INSTRUCTIONS TO FOLLOW:
Copy exactly the line containing "def checks(s: State)" and all lines after it, through the last line of the material below; omit everything before it.

DATASET CONTENT:

####################

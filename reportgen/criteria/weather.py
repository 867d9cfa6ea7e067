"""IMO 2008 IS Code (resolution MSC.267(85)), Part A, 2.3: severe wind and rolling criterion
(weather criterion): the wind heeling levers (2.3.2.2, 2.3.2.3), the angles and areas of
figure 2.3.1 (2.3.2), and the two checks (2.3.1.2, 2.3.1.4). θ1 is in
reportgen.criteria.rolling (2.3.4).

Units: lengths m, areas m², mass t, pressure N/m², angles deg (radians inside the area
integrals), areas under the curve m·rad.
"""

from __future__ import annotations

from dataclasses import dataclass

import shapely
import shapely.affinity
from shapely.geometry import Polygon

from reportgen.criteria.core import Check, State
from reportgen.criteria.rolling import Roll
from reportgen.errors import InputError
from reportgen.stability import GZCurve, area_mrad, crossings, on_grid

SET = "is2008.weather"
REF_2_3_1_2 = "IS Code 2008, Part A, 2.3.1.2"
REF_2_3_1_4 = "IS Code 2008, Part A, 2.3.1.4"

WIND_PRESSURE_N_M2 = 504.0  # P, 2.3.2.2
GRAVITY_M_S2 = 9.81  # g, 2.3.2.2
LW2_FACTOR = 1.5  # lw2 = 1.5·lw1, 2.3.2.3
THETA0_LIMIT_DEG = 16.0  # 2.3.1.2
DECK_EDGE_FRACTION = 0.8  # 2.3.1.2
THETA2_LIMIT_DEG = 50.0  # 2.3.2 (figure 2.3.1: θ2 = min(θf, 50°, θc))


def wind_lever_m(pressure_n_m2: float, area_m2: float, lever_m: float,
                 displacement_t: float) -> float:
    """lw1 = P·A·Z/(1000·g·Δ) (m), IS Code 2008 2.3.2.2."""
    return pressure_n_m2 * area_m2 * lever_m / (1000.0 * GRAVITY_M_S2 * displacement_t)


@dataclass(frozen=True)
class Profile:
    """Lateral areas about the waterline: above (m², centroid z m) and below (None if empty)."""

    area_above_m2: float
    z_above_m: float
    area_below_m2: float
    z_below_m: float | None
    x_above_m: float | None = None  # centroid of the area above, m from AP (None if empty)


def split_profile(profile: Polygon, draft_mid_m: float, trim: float, lpp_m: float) -> Profile:
    """The lateral profile (x, z) above and below the trimmed waterline
    z = T_mid + t·(Lpp/2 − x)/Lpp.

    The profile is sheared by z' = z − (waterline height at x), which keeps areas (a shear
    has determinant 1) and maps centroids to centroids, so the waterline becomes z' = 0 and
    shapely.clip_by_rect splits it; each centroid is sheared back.
    """
    slope = trim / lpp_m
    moved = shapely.affinity.affine_transform(
        profile, [1.0, 0.0, slope, 1.0, 0.0, -draft_mid_m - 0.5 * trim])
    x0, z0, x1, z1 = moved.bounds
    out = []
    for lo, hi in ((0.0, max(z1, 0.0) + 1.0), (min(z0, 0.0) - 1.0, 0.0)):
        part = shapely.clip_by_rect(moved, x0 - 1.0, lo, x1 + 1.0, hi)
        area = float(part.area)
        if area > 0.0:
            c = part.centroid
            out.append((area, float(c.y + draft_mid_m + 0.5 * trim - slope * c.x), float(c.x)))
        else:
            out.append((0.0, None, None))
    (a_up, z_up, x_up), (a_dn, z_dn, _) = out
    return Profile(a_up, 0.0 if z_up is None else z_up, a_dn, z_dn, x_up)


@dataclass(frozen=True)
class Wind:
    """The steady wind of 2.3.2.2: lateral area A (m²) and its centre (m above base), the
    lever Z (m) and how it was taken, lw1 and lw2 (m)."""

    area_m2: float
    z_m: float
    lever_m: float
    z_method: str
    lw1: float
    lw2: float


def wind(profile: Polygon, item_wind: list[tuple[float, float]], draft_mid_m: float,
         trim: float, lpp_m: float, displacement_t: float, z_method: str) -> Wind:
    """A: the profile above the waterline plus the items' windage (area m², centroid z m);
    Z from the centre of A to half the mean draught, or to the centre of the underwater
    lateral area (2.3.2.2); lw1 (2.3.2.2) and lw2 = 1.5·lw1 (2.3.2.3)."""
    p = split_profile(profile, draft_mid_m, trim, lpp_m)
    area = p.area_above_m2 + sum(a for a, _ in item_wind)
    if area <= 0.0:
        raise InputError("windage.profile: no lateral area above the waterline")
    z = (p.area_above_m2 * p.z_above_m + sum(a * zz for a, zz in item_wind)) / area
    if z_method == "underwater_centre":
        if p.z_below_m is None:
            raise InputError("windage.profile: calculation.wind_lever is underwater_centre but "
                             "the profile has no area below the waterline")
        lever = z - p.z_below_m
    else:
        lever = z - 0.5 * draft_mid_m
    lw1 = wind_lever_m(WIND_PRESSURE_N_M2, area, lever, displacement_t)
    return Wind(area, z, lever, z_method, lw1, LW2_FACTOR * lw1)


@dataclass(frozen=True)
class Areas:
    """The angles (deg) and areas (m·rad) of figure 2.3.1; None where they do not exist."""

    theta0: float | None
    theta_lw2: float | None
    thetac: float | None
    theta2: float | None
    theta_start: float | None
    area_a: float | None
    area_b: float | None
    missing: tuple[str, ...] = ()  # why areas a and b do not exist (missing_reasons)


def missing_reasons(theta0: float | None, theta_lw2: float | None,
                    theta1_deg: float | None) -> tuple[str, ...]:
    """Why the areas of figure 2.3.1 do not exist, as codes: `no_theta0` (GZ never reaches
    lw1: no steady heel θ0, where area a would start), `no_lw2` (GZ never reaches lw2: no
    intercept to end area a and start area b), `no_roll` (no angle of roll θ1: with GM not
    positive the roll period T = 2·C·B/√GM of 2.3.4 does not exist). Empty when they exist."""
    out = []
    if theta0 is None:
        out.append("no_theta0")
    if theta_lw2 is None:
        out.append("no_lw2")
    if theta1_deg is None:
        out.append("no_roll")
    return tuple(out)


def areas(curve: GZCurve, w: Wind, theta1_deg: float | None, flooding_deg: float) -> Areas:
    """θ0 (first intercept of lw1), the first intercept of lw2 and θc (its second), θ2 =
    min(θf, 50°, θc), and areas a (from θ0 − θ1 to the lw2 intercept) and b (from there to
    θ2), IS Code 2008 Part A 2.3.2 and figure 2.3.1."""
    top = curve.heel_max_deg
    grid = on_grid(curve, 0.0, top)  # both levels are sought on the same points
    up1 = crossings(curve, w.lw1, 0.0, top, "up", grid)
    theta0 = up1[0] if up1 else None
    up2 = crossings(curve, w.lw2, 0.0, top, "up", grid)
    theta_lw2 = up2[0] if up2 else None
    thetac = None
    if theta_lw2 is not None:
        down2 = crossings(curve, w.lw2, theta_lw2, top, "down")
        thetac = down2[0] if down2 else None
    theta2 = min(flooding_deg, THETA2_LIMIT_DEG, *([thetac] if thetac is not None else []))
    start = area_a = area_b = None
    if theta0 is not None and theta1_deg is not None:
        start = theta0 - theta1_deg
        if theta_lw2 is not None:
            if abs(start) > top + 1e-9:
                raise InputError(f"the angle of roll to windward θ0 − θ1 ({start:.1f}°) is "
                                 f"beyond the cross curves' largest heel ({top:g}°)")
            area_a = -area_mrad(curve, start, theta_lw2, level_m=w.lw2)
            area_b = (area_mrad(curve, theta_lw2, theta2, level_m=w.lw2)
                      if theta2 > theta_lw2 else 0.0)
    missing = missing_reasons(theta0, theta_lw2, theta1_deg) if area_b is None else ()
    if area_b is None:
        theta2 = None  # θ2 ends area b: it belongs to no area that exists
    return Areas(theta0, theta_lw2, thetac, theta2, start, area_a, area_b, missing)


@dataclass(frozen=True)
class Weather:
    """Every quantity of 2.3 for one condition."""

    wind: Wind
    roll: Roll
    areas: Areas
    roll_angle_source: str | None


def weather_warnings(wx: Weather) -> list[str]:
    out = []
    if wx.roll.outside:
        tail = (f"θ1 is taken from the roll angle given ({wx.roll_angle_source})."
                if wx.roll_angle_source is not None else
                "Consider θ1 from model tests (MSC.1/Circ.1200), given as weather.roll_angle.")
        out.append("Weather criterion: " + "; ".join(wx.roll.outside) + ", outside the range "
                   "the roll-angle tables of IS Code 2008 Part A 2.3 were derived for. " + tail)
    if wx.areas.theta0 is None:
        out.append("Weather criterion: the GZ curve does not reach the wind heeling lever lw1; "
                   "there is no steady heel angle θ0.")
    return out


def weather_heel(s: State) -> Check:
    """2.3.1.2: the steady heel θ0 under the steady wind ≤ 16° and ≤ 80 % of the angle of
    deck edge immersion."""
    required = min(THETA0_LIMIT_DEG, DECK_EDGE_FRACTION * s.deck_edge_deg)
    attained = s.weather.areas.theta0
    passed = attained is not None and attained <= required
    return Check("weather_heel", "Steady heel under wind", REF_2_3_1_2, required, attained,
                 "deg", passed, SET, limit="at_most")


def weather_area(s: State) -> Check:
    """2.3.1.4: area b ≥ area a (required = a, attained = b)."""
    a, b = s.weather.areas.area_a, s.weather.areas.area_b
    passed = a is not None and b is not None and b >= a
    return Check("weather_area", "Wind and rolling, area b against area a", REF_2_3_1_4, a, b,
                 "m·rad", passed, SET)


def checks(s: State) -> list[Check]:
    return [weather_heel(s), weather_area(s)]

####################

ANSWER TO THE PROBLEM:
def checks(s: State) -> list[Check]:
    return [weather_heel(s), weather_area(s)]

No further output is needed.